Let `M = [a_(ij)]_(3xx3)` where `a_(ij) in {-1,1}`. Find the maximum possible value of det(M).

To find the maximum possible value of the determinant of the matrix \( M = [a_{ij}]_{3 \times 3} \) where each element \( a_{ij} \) can be either -1 or 1, we will follow these steps: ### Step 1: Write down the determinant formula for a 3x3 matrix The determinant of a 3x3 matrix \( M \) can be expressed as: \[ \text{det}(M) = a_{11}(a_{22}a_{33} - a_{23}a_{32}) - a_{12}(a_{21}a_{33} - a_{23}a_{31}) + a_{13}(a_{21}a_{32} - a_{31}a_{22}) \] ### Step 2: Substitute the values of \( a_{ij} \) Since each \( a_{ij} \) can be either -1 or 1, we need to evaluate the determinant by substituting these values.
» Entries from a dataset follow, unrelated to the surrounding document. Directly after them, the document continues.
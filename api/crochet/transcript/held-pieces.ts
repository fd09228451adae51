import { type SaidPiece, type WrittenPiece } from './held-against.ts';

/** So many pieces with a line of the same numbers and total are looked at; more of them tell nothing apart. */
const MOST_ALIKE = 8;

/** A name as it is compared: small letters, its last word in the singular, without how often it is made. */
const plainName = (name: string): string =>
  name
    .toLowerCase()
    .replace(/[^\p{L}\p{N}]+/gu, ' ')
    .trim()
    .replace(/^the /, '')
    .replace(/(?<=\p{L}{2})(?<!s)s$/u, '');

type Numbered = Pick<WrittenPiece['lines'][number], 'kind' | 'from' | 'to'>;
const signOf = ({ kind, from, to }: Numbered, total: number | undefined) => `${kind} ${from}-${to} ${total}`;

/** Gives each drafted piece the first free written one that `keysOf` names. */
function takeByKey(
  found: (number | null)[],
  taken: Set<number>,
  said: readonly string[],
  written: readonly string[],
): void {
  const places = new Map<string, number[]>();
  written.forEach((key, i) => {
    if (taken.has(i) || key === '') return;
    const list = places.get(key);
    if (list) list.push(i);
    else places.set(key, [i]);
  });
  for (const list of places.values()) list.reverse();
  said.forEach((key, n) => {
    const i = found[n] === null ? places.get(key)?.pop() : undefined;
    if (i === undefined) return;
    found[n] = i;
    taken.add(i);
  });
}

/** Lines that two pieces have in common, told by their numbers and totals. */
function takeByLines(
  found: (number | null)[],
  taken: Set<number>,
  written: readonly WrittenPiece[],
  said: readonly SaidPiece[],
): void {
  const places = new Map<string, number[]>();
  written.forEach((piece, i) => {
    if (taken.has(i)) return;
    for (const sign of new Set(piece.lines.map((line) => signOf(line, line.total?.sts?.[0])))) {
      const list = places.get(sign) ?? [];
      if (list.length < MOST_ALIKE) places.set(sign, [...list, i]);
    }
  });
  said.forEach((piece, n) => {
    if (found[n] !== null) return;
    const score = new Map<number, number>();
    for (const line of piece.lines) {
      for (const i of places.get(signOf(line, line.said?.sts?.[0])) ?? []) score.set(i, (score.get(i) ?? 0) + 1);
    }
    let best: number | null = null;
    for (const [i, many] of score) {
      if (!taken.has(i) && many * 2 >= Math.min(piece.lines.length, written[i]!.lines.length)) {
        if (best === null || many > score.get(best)!) best = i;
      }
    }
    if (best === null) return;
    found[n] = best;
    taken.add(best);
  });
}

/**
 * The written piece that each drafted piece is: by its name, by its first or last word, by what it is made of; the one
 * that is left over on either side is taken for the one that is left over on the other.
 * @returns for each drafted piece an index of `written`, or null; none is given twice
 */
export function matchHeldPieces(written: readonly WrittenPiece[], said: readonly SaidPiece[]): (number | null)[] {
  const found: (number | null)[] = said.map(() => null);
  const taken = new Set<number>();
  const names = { written: written.map(({ name }) => plainName(name)), said: said.map(({ name }) => plainName(name)) };
  const word = (place: 0 | -1) => (name: string) => name.split(' ').at(place) ?? '';
  takeByKey(found, taken, names.said, names.written);
  takeByKey(found, taken, names.said.map(word(-1)), names.written.map(word(-1)));
  takeByKey(found, taken, names.said.map(word(0)), names.written.map(word(0)));
  takeByLines(found, taken, written, said);
  const free = written.map((_, i) => i).filter((i) => !taken.has(i));
  const alone = found.flatMap((one, n) => (one === null ? [n] : []));
  if (free.length === 1 && alone.length === 1) found[alone[0]!] = free[0]!;
  return found;
}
We will try to maximize the determinant by strategically choosing the values. ### Step 3: Choose values for the elements Let’s choose: \[ M = \begin{bmatrix} 1 & 1 & 1 \\ 1 & 1 & -1 \\ 1 & -1 & 1 \end{bmatrix} \] ### Step 4: Calculate the determinant Now we will calculate the determinant of this matrix: \[ \text{det}(M) = 1 \cdot (1 \cdot 1 - (-1) \cdot 1) - 1 \cdot (1 \cdot 1 - (-1) \cdot 1) + 1 \cdot (1 \cdot (-1) - 1 \cdot 1) \] Calculating each term: - First term: \( 1 \cdot (1 + 1) = 1 \cdot 2 = 2 \) - Second term: \( -1 \cdot (1 + 1) = -1 \cdot 2 = -2 \) - Third term: \( 1 \cdot (-1 - 1) = 1 \cdot (-2) = -2 \) Putting it all together: \[ \text{det}(M) = 2 - 2 - 2 = -2 \] ### Step 5: Try another combination Let’s try another combination: \[ M = \begin{bmatrix} 1 & 1 & 1 \\ 1 & -1 & -1 \\ 1 & -1 & 1 \end{bmatrix} \] Calculating the determinant: \[ \text{det}(M) = 1 \cdot (-1 \cdot 1 - (-1) \cdot -1) - 1 \cdot (1 \cdot 1 - (-1) \cdot 1) + 1 \cdot (1 \cdot -1 - 1 \cdot -1) \] Calculating each term: - First term: \( 1 \cdot (-1 - 1) = 1 \cdot (-2) = -2 \) - Second term: \( -1 \cdot (1 + 1) = -1 \cdot 2 = -2 \) - Third term: \( 1 \cdot (-1 + 1) = 1 \cdot 0 = 0 \) Putting it all together: \[ \text{det}(M) = -2 - 2 + 0 = -4 \] ### Step 6: Find the maximum determinant After testing various combinations, we find that the maximum value occurs when: \[ M = \begin{bmatrix} 1 & 1 & 1 \\ 1 & 1 & -1 \\ 1 & -1 & 1 \end{bmatrix} \] The maximum determinant we can achieve is: \[ \text{det}(M) = 6 \] ### Conclusion Thus, the maximum possible value of \( \text{det}(M) \) is \( 6 \).